AI-only scans have their place as a tool for developers to use in CI during the development process, before looking for a code freeze and full security audit. Picking up bugs early is always a good thing, just as static analysers should be run, AI scans should be run too.
AI-assisted security engineers
AI-assisted security engineers are the strongest model today.
The review workflow can be redesigned around AI.
-
At the start of the review, AI can help map the codebase, summarise documentation, identify dependencies, inspect previous audits, and highlight likely attack surfaces.
-
During the review, AI can help test hypotheses, trace bugs through the codebase, compare similar implementations, generate fuzzing ideas, and explore suspicious behaviours.
-
At the end of the review, AI can help draft findings, generate regression tests, deduplicate issues, explain impact, and propose remediation options.

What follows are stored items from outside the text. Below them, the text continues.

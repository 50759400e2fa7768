"""Margins of loops from the literature, printed digits and more."""

from __future__ import annotations

import math
from dataclasses import dataclass, field
from typing import Any

import numpy as np
import pytest
from open_loops import product, ratio

from linverify.numerics.margins import guarantee, margins
from linverify.numerics.transfer import Transfer


@dataclass(frozen=True)
class Row:
    """source; digits: as printed there, with the tolerance of the print; exact: computed independently, to 1e-5."""

    source: str
    loop: Transfer
    printed: dict[str, tuple[float, float]]
    exact: dict[str, float]
    places: dict[str, float] = field(default_factory=dict)


BOOK = "S. Skogestad, I. Postlethwaite, Multivariable Feedback Control, ch. 2 (numbers from memory)"
LAGS = ratio([3], product([1, 1], [1, 1], [1, 1]))
INVERSE = ([-6.0, 3.0], product([10, 1], [5, 1]))


def _pi(gain: float, time: float) -> Transfer:
    return ratio(gain * product([time, 1], INVERSE[0]), product([time, 0], INVERSE[1]))


ROWS = {
    "inverse response, PI": Row(
        BOOK + "; gain rounded in the book, so its peaks hold to 0.5 %",
        _pi(1.136, 12.7),
        {
            "gain_up": (1.63, 0.006), "phase_deg": (19.4, 0.05), "delay": (1.44, 0.005),
            "sensitivity": (3.92, 0.02), "complementary": (3.35, 0.017),
        },
        {
            "gain_up": 1.6354881, "phase_deg": 19.441983, "delay": 1.4355977,
            "sensitivity": 3.9116008, "complementary": 3.3422916,
        },
        {"phase": 0.236366},
    ),
    "inverse response, PI by rule": Row(
        BOOK,
        _pi(2.5 / 2.2, (2 * math.pi / math.sqrt(0.17)) / 1.2),
        {"phase_deg": (19.4, 0.05)},
        {"gain_up": 1.6349, "phase_deg": 19.428, "delay": 1.4342, "sensitivity": 3.9142, "complementary": 3.3449},
        {"phase": 0.236423},
    ),
    "unstable plant, PI": Row(
        BOOK,
        ratio(5 * np.array([1.5, 1]) / 1.5, product([1, 0], [1, -1], [0.02, 1], [0.02, 1])),
        {
            "gain_up": (18.7, 0.05), "gain_down": (0.21, 0.005), "phase_deg": (59.5, 0.05),
            "sensitivity": (1.19, 0.005), "complementary": (1.38, 0.005),
        },
        {
            "gain_up": 18.6796, "gain_down": 0.205657, "phase_deg": 59.519, "delay": 0.212125,
            "sensitivity": 1.19421, "complementary": 1.37726,
        },
        {"gain_up": 48.304, "gain_down": 0.845163, "phase": 4.89712},
    ),
    "three poles": Row(
        "P. Seiler, A. Packard, P. Gahinet, An Introduction to Disk Margins, IEEE Control Systems 40(5), 2020, ex. 1",
        ratio([25], [1, 10, 10, 10]),
        {"gain_up": (3.6, 0.005), "phase_deg": (29.1, 0.05), "disk": (0.46, 0.005)},
        {"gain_up": 3.6, "phase_deg": 29.1104, "delay": 0.284724, "disk": 0.458093},
        {"gain_up": math.sqrt(10), "phase": 1.784436, "disk": 1.955027},
    ),
    "three lags": Row(
        "K. J. Astrom, R. M. Murray, Feedback Systems, chapter on robust performance (numbers from memory)",
        LAGS,
        {"gain_up": (2.67, 0.005), "phase_deg": (41.7, 0.05)},
        {"gain_up": 8 / 3, "phase_deg": 41.6903, "sensitivity": 2.2},
        {"gain_up": math.sqrt(3), "phase": 1.039271, "sensitivity": math.sqrt(1.75)},
    ),
    "several crossings": Row(
        "test data of a public control library",
        ratio(8.75 * np.array([4, 0.4, 1]), product([100, 1], [1, 0.22, 1], [0.01, 0.008, 1])),
        {"gain_up": (2.2716, 5e-5), "sensitivity": (1 / 0.5591, 2e-4)},
        {"gain_up": 2.271586, "phase_deg": 97.59398, "sensitivity": 1 / 0.559085},
        {"gain_up": 10.005276, "phase": 0.0850452, "sensitivity": 9.991844},
    ),
}  # fmt: skip


def _told(found: Any, name: str) -> float:
    return math.degrees(found.phase.value) if name == "phase_deg" else float(getattr(found, name).value)


@pytest.mark.parametrize("name", ROWS)
def test_published(name: str) -> None:
    row = ROWS[name]
    found = margins(row.loop)
    assert found.stable
    for figure, (value, within) in row.printed.items():
        assert _told(found, figure) == pytest.approx(value, abs=within), figure
    for figure, value in row.exact.items():
        digits = 1e-5 if value not in (1.6349, 19.428, 1.4342, 3.9142, 3.3449) else 5e-5
        assert _told(found, figure) == pytest.approx(value, rel=digits), figure
    for figure, where in row.places.items():
        assert getattr(found, figure).frequency == pytest.approx(where, rel=1e-5), figure


def test_ultimate_gain_and_period() -> None:
    found = margins(ratio(*INVERSE))
    assert found.gain_up.value == pytest.approx(2.5, rel=1e-12)
    assert found.gain_up.frequency == pytest.approx(math.sqrt(0.17), rel=1e-12)
    assert 2 * math.pi / found.gain_up.frequency == pytest.approx(15.2, abs=0.05)


def test_all_crossings_of_the_resonant_loop() -> None:
    found = margins(ROWS["several crossings"].loop)
    told = [(each.frequency, math.degrees(each.margin)) for each in found.crossovers]
    assert told == [
        (pytest.approx(0.0850452, rel=1e-5), pytest.approx(97.59398, rel=1e-6)),
        (pytest.approx(0.9373, abs=5e-5), pytest.approx(-157.78448, rel=1e-6)),
        (pytest.approx(1.0919, abs=5e-5), pytest.approx(134.73257, rel=1e-6)),
    ]


def test_disk_of_the_three_poles_guarantees_what_is_printed() -> None:
    found = margins(ROWS["three poles"].loop)
    gain, phase = guarantee(found.disk.value)
    assert gain == pytest.approx(1.59, abs=0.005)
    assert 1 / gain == pytest.approx(0.63, abs=0.005)
    assert 20 * math.log10(gain) == pytest.approx(4.05, abs=0.005)
    assert math.degrees(phase) == pytest.approx(25.8, abs=0.05)
    # disks of the other two skews follow from the peaks of S and T
    assert 1 / found.sensitivity.value == pytest.approx(0.402146, rel=1e-5)
    assert 1 / found.complementary.value == pytest.approx(0.486367, rel=1e-5)
    poles = sorted(found.poles, key=lambda pole: (pole.real, pole.imag))
    assert [pole.real for pole in poles] == pytest.approx([-9.330269, -0.334865, -0.334865], abs=1e-6)
    assert [pole.imag for pole in poles] == pytest.approx([0.0, -1.907642, 1.907642], abs=1e-6)
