"""The peak gain of transfer matrices against closed forms and scans."""

from __future__ import annotations

import math
from dataclasses import replace

import numpy as np
import pytest
from channels import highest, respond, scan, sigma, transfer
from scipy.signal import cont2discrete

from linverify.core.outcome import Outcome
from linverify.numerics import peak_gain
from linverify.numerics.mapped import mapped
from linverify.numerics.peak_gain import axis_values, peak
from linverify.numerics.transfer import Transfer


def resonance(damping: float, size: float = 1.0) -> Transfer:
    """size^2 / (s^2 + 2 damping size s + size^2)."""
    A = np.array([[0.0, size], [-size, -2.0 * damping * size]])
    return Transfer(A, np.array([[0.0], [size]]), np.array([[1.0, 0.0]]), np.zeros((1, 1)))


@pytest.mark.parametrize("damping", [0.5, 0.1, 1e-3, 1e-6, 1e-9])
@pytest.mark.parametrize("size", [1e-4, 1.0, 300.0])
def test_resonance_of_any_sharpness(damping: float, size: float) -> None:
    found = peak(resonance(damping, size))
    exact = 1.0 / (2.0 * damping * math.sqrt(1.0 - damping**2))
    assert found.outcome is Outcome.DONE
    assert found.value == pytest.approx(exact, rel=max(1e-9, 1e-15 / damping))
    assert abs(found.value - exact) <= found.error
    assert found.frequency == pytest.approx(size * math.sqrt(1.0 - 2.0 * damping**2), rel=1e-4)


def test_supremum_at_infinity_and_at_zero_counts() -> None:
    lag = Transfer(np.array([[-2.0]]), np.array([[1.0]]), np.array([[2.0]]), np.zeros((1, 1)))
    assert peak(lag).value == pytest.approx(1.0, rel=1e-12)
    assert peak(lag).frequency == 0.0
    lead = replace(lag, C=-lag.C, D=np.ones((1, 1)))  # s / (s + 2)
    assert peak(lead).value == pytest.approx(1.0, rel=1e-6)
    assert peak(lead).frequency == math.inf


def test_pole_on_the_axis_is_infinite_unless_hidden() -> None:
    integrator = Transfer(np.zeros((1, 1)), np.ones((1, 1)), np.ones((1, 1)), np.zeros((1, 1)))
    assert peak(integrator).value == math.inf
    swing = Transfer(np.array([[0.0, 3.0], [-3.0, 0.0]]), np.eye(2), np.eye(2), np.zeros((2, 2)))
    assert peak(swing).value == math.inf
    assert peak(swing).frequency == pytest.approx(3.0)
    double = Transfer(np.diag([0.0, -1.0]), np.array([[1.0], [1.0]]), np.array([[0.0, 2.0]]), np.zeros((1, 1)))
    assert peak(double).value == pytest.approx(2.0)


def test_poles_on_both_sides_do_not_matter() -> None:
    stable = peak(resonance(0.01))
    unstable = resonance(0.01)
    assert peak(replace(unstable, A=-unstable.A)).value == pytest.approx(stable.value, rel=1e-9)


def test_repeated_poles_are_no_axis_poles() -> None:
    n = 6
    chain = Transfer(np.diag(np.ones(n - 1), 1) - np.eye(n), np.eye(n)[:, [-1]], np.eye(n)[[0]], np.zeros((1, 1)))
    assert peak(chain).value == pytest.approx(1.0, rel=1e-9)


def test_static_and_empty() -> None:
    gain = Transfer(np.zeros((0, 0)), np.zeros((0, 2)), np.zeros((2, 0)), np.array([[3.0, 0.0], [4.0, 0.0]]))
    assert peak(gain).value == pytest.approx(5.0)
    assert peak(replace(gain, D=np.zeros((2, 2)))).value == 0.0


def test_not_finite_is_an_outcome() -> None:
    assert peak(replace(resonance(0.1), D=np.array([[math.nan]]))).outcome is Outcome.NOT_FINITE


@pytest.mark.parametrize("seed", range(60))
def test_no_narrow_peak_is_missed(seed: int) -> None:
    rng = np.random.default_rng(seed)
    one = transfer(rng, int(rng.integers(1, 13)), *rng.integers(1, 5, 2), lightest=1e-5, feed=rng.integers(0, 2))
    poles = np.linalg.eigvals(one.A)
    found = peak(one)
    scanned = highest(lambda omega: sigma(respond(one, omega)), scan(poles), poles)
    assert found.outcome is Outcome.DONE
    assert scanned <= found.value + found.error
    assert scanned == pytest.approx(found.value, rel=1e-6, abs=found.error)


@pytest.mark.parametrize("step", [1e-5, 1e-2])
@pytest.mark.parametrize("seed", range(8))
def test_sampled_peaks(seed: int, step: float) -> None:
    rng = np.random.default_rng(seed)
    slow = transfer(rng, int(rng.integers(2, 9)), 2, 2, lightest=1e-3)
    A, B, C, D, _ = cont2discrete((slow.A, slow.B, slow.C, slow.D), step)
    one = Transfer(A, B, C, D, step=step)
    # the scan goes round the circle, in which the poles are so near to each other as the step is short
    omega = scan(np.linalg.eigvals(slow.A), 1e-4, math.pi / step)
    omega = omega[omega <= math.pi / step]
    found = peak(one)
    scanned = float(sigma(respond(one, omega)).max())
    assert scanned <= (found.value + found.error) * (1.0 + 1e-6)
    assert found.value == pytest.approx(scanned, rel=2e-3)
    assert found.frequency <= math.pi / step * (1.0 + 1e-12)


def test_pole_at_the_nyquist_frequency() -> None:
    one = Transfer(np.array([[-1.0]]), np.ones((1, 1)), np.ones((1, 1)), np.zeros((1, 1)), step=0.1)
    assert (peak(one).value, peak(one).frequency) == (math.inf, math.pi / 0.1)


@pytest.mark.parametrize("seed", range(6))
def test_pencil_and_hamiltonian_matrix_agree(seed: int, monkeypatch: pytest.MonkeyPatch) -> None:
    one = mapped(transfer(np.random.default_rng(seed), 6, 2, 3, feed=1.0))
    level = 1.2 * float(np.linalg.norm(one.D, 2))
    by_matrix = axis_values(one, level)
    monkeypatch.setattr(peak_gain, "SINGULAR", 10.0)
    by_pencil = axis_values(one, level)
    assert len(by_matrix) == len(by_pencil) == 12
    assert np.abs(by_matrix[:, np.newaxis] - by_pencil).min(axis=1).max() < 1e-6 * np.abs(by_pencil).max()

But the human engineer remains responsible for the parts that matter most: deciding what to investigate, understanding protocol intent, constructing realistic exploit paths, validating findings, and judging severity. The strongest teams will be those where engineers know how to pilot AI effectively.
In practice, this is already finding more bugs at a faster rate. AI increases search breadth, speeds up hypothesis testing, generates tests, traces code paths, and surfaces patterns that would be expensive to check manually. The human engineer filters the noise, understands protocol intent, and verifies the issues that matter.
This improves both cost and quality.
Human-only
Human-only reviews can still be strong, especially when the work depends on protocol understanding, adversarial creativity, and judgement.
But it is slower and more expensive than AI-assisted review. In time-boxed reviews where there is not enough time for all security techniques to be executed (e.g. formal verification, invariant fuzzing and stress testing), it leaves useful coverage on the table.
Additionally, using multiple review techniques increases the chance of finding bugs. Manual review alone can miss issues, but combining manual review with static analysis improves coverage because either technique can surface a bug. Adding AI based techniques expands this further by allowing more hypotheses, code paths, and bug patterns to be checked within the same review window. For example, if a review uses manual analysis, static analysis, AI generated fuzzing, and AI assisted scans, only one of those techniques needs to identify a vulnerability for it to be caught. Since AI operates much faster than humans, it allows more techniques to be applied within the same time constraints.
Summary
AI has become a standard part of serious security work. The question is how deeply teams can integrate AI while keeping it cost effective, and without introducing review gaps or reducing quality.
For lower-risk software, an AI-only review may be good enough. For blockchain security, where a single missed issue can have immediate and severe consequences, "cheaper and faster" is not the same thing as "strictly better". The strongest model is expert engineers piloting AI systems aggressively, while retaining responsibility for the final security judgement.
Teams that ignore it are falling behind. Teams that rely on AI alone will have gaps. The winning model is AI + experienced security engineer to increase speed, coverage, and depth, without outsourcing judgement and creativity.